What you should do ->
Where a line in the entries below contains the word "join", count it. Return the total alone.

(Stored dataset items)
*** Begin section ***

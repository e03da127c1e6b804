/**
 * A hostile corpus for the image readers, made at test time into a folder: truncations at many
 * offsets, bad checksums, lying headers, huge and zero sizes, odd bit depths, extra pages and
 * decompression bombs, built from the committed fixtures (written by Pillow, tifffile and OpenCV:
 * tests/fixtures/images, tests/fixtures/variants) and from bytes crafted here after the format
 * specifications (ISO 15948 for PNG, TIFF 6.0 and BigTIFF, ITU-T T.81 for JPEG).
 *
 * Every case says what must happen: 'refuse' (the file is damaged, impossible or over the limit: exit 2
 * for every subcommand, never a number), 'read' (a valid if unusual file: it must decode) or 'either'
 * (damage no format check can see, e.g. a changed byte inside PackBits literals or JPEG entropy data:
 * any plain outcome, exit 0 or 2, but never a crash). `bomb` marks cases whose memory is measured.
 *
 * Run it alone to keep the files: node bin/run-ts.mjs tests/corpus/makeCorpus.ts OUTDIR
 */
import { mkdirSync, readFileSync, writeFileSync } from 'node:fs';
import { join } from 'node:path';
import { fileURLToPath } from 'node:url';
import { constants, crc32, deflateRawSync, deflateSync } from 'node:zlib';

export type Expect = 'refuse' | 'read' | 'either';

export interface CorpusCase {
  file: string;
  expect: Expect;
  why: string;
  bomb?: boolean;
}

const FIXTURES = fileURLToPath(new URL('../fixtures/', import.meta.url));
const fixture = (rel: string) => new Uint8Array(readFileSync(join(FIXTURES, rel)));

// ------------------------------------------------------------------ byte helpers

const u32be = (v: number) => Uint8Array.of(v >>> 24, (v >>> 16) & 255, (v >>> 8) & 255, v & 255);
const concat = (...parts: Uint8Array[]) => {
  const out = new Uint8Array(parts.reduce((n, p) => n + p.length, 0));
  let at = 0;
  for (const p of parts) {
    out.set(p, at);
    at += p.length;
  }
  return out;
};
const ascii = (s: string) => Uint8Array.from(s, (c) => c.charCodeAt(0));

*** End section ***

Reply ->
2